──────── THE INPUT

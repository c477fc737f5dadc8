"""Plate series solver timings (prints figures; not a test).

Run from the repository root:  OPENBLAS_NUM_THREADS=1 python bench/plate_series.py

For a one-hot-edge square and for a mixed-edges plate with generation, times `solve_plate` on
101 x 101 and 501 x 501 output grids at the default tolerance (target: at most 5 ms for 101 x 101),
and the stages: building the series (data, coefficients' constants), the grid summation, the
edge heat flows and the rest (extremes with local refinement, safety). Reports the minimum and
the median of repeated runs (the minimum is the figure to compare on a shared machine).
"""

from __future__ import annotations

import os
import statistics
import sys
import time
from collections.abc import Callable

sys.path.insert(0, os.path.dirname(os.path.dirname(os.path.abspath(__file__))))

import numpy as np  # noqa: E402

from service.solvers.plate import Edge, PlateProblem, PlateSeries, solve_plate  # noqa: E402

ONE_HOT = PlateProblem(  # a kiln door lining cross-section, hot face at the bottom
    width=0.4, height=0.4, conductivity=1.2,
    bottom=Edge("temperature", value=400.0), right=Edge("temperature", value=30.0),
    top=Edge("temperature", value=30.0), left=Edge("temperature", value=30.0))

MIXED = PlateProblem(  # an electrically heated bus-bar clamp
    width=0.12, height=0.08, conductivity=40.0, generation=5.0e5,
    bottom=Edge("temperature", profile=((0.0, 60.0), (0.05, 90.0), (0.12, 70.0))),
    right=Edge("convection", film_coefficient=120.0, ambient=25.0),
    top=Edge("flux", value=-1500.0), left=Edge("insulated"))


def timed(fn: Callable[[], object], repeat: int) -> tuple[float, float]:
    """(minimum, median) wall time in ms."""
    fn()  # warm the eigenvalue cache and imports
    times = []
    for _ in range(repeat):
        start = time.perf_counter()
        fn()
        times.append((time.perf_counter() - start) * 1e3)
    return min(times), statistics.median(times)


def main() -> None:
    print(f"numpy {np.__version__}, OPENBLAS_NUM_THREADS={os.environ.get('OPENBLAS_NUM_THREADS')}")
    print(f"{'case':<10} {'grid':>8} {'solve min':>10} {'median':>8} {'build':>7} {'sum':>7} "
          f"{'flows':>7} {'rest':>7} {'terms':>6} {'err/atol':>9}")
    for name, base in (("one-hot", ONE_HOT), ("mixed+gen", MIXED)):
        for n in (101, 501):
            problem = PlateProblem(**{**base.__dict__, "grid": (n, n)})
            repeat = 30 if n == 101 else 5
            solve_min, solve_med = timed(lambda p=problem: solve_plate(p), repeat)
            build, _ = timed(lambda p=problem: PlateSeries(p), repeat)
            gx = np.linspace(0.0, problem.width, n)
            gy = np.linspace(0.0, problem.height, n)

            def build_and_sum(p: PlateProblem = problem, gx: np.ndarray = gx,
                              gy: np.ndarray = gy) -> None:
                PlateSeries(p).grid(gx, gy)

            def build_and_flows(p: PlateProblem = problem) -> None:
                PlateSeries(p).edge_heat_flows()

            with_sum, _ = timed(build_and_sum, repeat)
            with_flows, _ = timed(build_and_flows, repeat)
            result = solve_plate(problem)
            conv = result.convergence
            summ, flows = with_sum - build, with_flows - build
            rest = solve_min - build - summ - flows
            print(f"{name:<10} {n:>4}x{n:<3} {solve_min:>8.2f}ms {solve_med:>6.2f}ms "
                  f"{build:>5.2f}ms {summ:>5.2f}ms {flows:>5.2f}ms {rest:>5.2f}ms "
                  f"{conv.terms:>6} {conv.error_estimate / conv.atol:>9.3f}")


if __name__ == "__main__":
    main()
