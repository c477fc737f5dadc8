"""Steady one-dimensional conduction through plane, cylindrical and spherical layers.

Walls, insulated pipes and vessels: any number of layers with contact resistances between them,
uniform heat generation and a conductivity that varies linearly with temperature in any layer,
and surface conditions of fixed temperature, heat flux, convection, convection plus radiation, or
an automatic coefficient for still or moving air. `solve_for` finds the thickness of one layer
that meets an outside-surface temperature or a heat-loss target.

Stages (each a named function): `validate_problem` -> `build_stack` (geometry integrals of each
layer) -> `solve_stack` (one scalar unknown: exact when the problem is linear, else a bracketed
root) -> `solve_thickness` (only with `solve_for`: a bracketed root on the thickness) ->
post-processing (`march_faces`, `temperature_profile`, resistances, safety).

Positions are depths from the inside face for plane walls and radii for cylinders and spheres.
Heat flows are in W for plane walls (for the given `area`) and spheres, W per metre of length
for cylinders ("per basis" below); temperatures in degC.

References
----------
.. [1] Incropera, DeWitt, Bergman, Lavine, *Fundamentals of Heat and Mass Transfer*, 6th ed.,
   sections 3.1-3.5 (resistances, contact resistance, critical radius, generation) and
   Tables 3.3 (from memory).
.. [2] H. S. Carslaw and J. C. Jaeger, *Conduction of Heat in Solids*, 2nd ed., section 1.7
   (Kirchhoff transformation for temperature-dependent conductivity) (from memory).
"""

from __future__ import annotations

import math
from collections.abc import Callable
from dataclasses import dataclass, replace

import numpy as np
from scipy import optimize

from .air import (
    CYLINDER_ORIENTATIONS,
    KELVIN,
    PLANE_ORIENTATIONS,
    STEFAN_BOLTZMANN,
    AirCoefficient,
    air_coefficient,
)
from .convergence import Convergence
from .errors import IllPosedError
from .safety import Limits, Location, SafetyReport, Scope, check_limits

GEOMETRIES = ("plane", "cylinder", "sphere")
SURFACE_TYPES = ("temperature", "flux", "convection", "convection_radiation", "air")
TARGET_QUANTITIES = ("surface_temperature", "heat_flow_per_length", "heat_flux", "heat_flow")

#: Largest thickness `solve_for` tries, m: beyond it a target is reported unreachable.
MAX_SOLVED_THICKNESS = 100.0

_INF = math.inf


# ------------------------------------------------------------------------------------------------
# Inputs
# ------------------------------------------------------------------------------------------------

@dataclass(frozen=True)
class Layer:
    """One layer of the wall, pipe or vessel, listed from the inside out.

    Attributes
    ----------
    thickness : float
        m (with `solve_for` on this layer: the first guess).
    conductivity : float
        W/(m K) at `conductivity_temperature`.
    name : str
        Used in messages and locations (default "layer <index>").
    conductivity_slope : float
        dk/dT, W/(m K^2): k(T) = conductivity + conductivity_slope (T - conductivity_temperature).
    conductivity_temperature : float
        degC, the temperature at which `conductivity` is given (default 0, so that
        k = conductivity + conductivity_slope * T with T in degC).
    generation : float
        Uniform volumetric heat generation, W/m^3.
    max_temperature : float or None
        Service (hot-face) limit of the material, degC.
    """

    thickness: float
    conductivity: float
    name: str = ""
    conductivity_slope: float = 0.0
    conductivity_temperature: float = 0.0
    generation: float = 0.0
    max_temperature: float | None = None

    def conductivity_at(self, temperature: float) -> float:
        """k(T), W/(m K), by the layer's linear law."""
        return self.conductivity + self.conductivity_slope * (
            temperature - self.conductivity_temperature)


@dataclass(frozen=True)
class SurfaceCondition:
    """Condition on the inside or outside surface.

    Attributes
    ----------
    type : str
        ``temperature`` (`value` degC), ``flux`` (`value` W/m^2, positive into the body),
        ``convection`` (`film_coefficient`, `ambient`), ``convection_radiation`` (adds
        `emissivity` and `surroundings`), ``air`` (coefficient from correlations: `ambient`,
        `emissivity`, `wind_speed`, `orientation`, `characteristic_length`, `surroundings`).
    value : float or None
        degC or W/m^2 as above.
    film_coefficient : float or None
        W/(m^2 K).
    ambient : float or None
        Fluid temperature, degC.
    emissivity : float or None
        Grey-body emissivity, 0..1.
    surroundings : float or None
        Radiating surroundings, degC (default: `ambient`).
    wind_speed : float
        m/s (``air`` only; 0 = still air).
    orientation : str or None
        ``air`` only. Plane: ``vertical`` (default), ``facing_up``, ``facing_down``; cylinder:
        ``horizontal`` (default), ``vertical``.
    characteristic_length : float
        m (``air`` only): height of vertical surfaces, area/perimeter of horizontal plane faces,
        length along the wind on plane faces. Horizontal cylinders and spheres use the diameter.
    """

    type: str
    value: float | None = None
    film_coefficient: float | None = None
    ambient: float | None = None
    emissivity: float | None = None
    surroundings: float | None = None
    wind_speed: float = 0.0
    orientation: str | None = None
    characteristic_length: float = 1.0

────────────────

*EXERCISE DETAILS*:
Copy out the lines of the records above in which the string "right" appears.

*RESPONSE TO THE EXERCISE*:
    bottom=Edge("temperature", value=400.0), right=Edge("temperature", value=30.0),
    right=Edge("convection", film_coefficient=120.0, ambient=25.0),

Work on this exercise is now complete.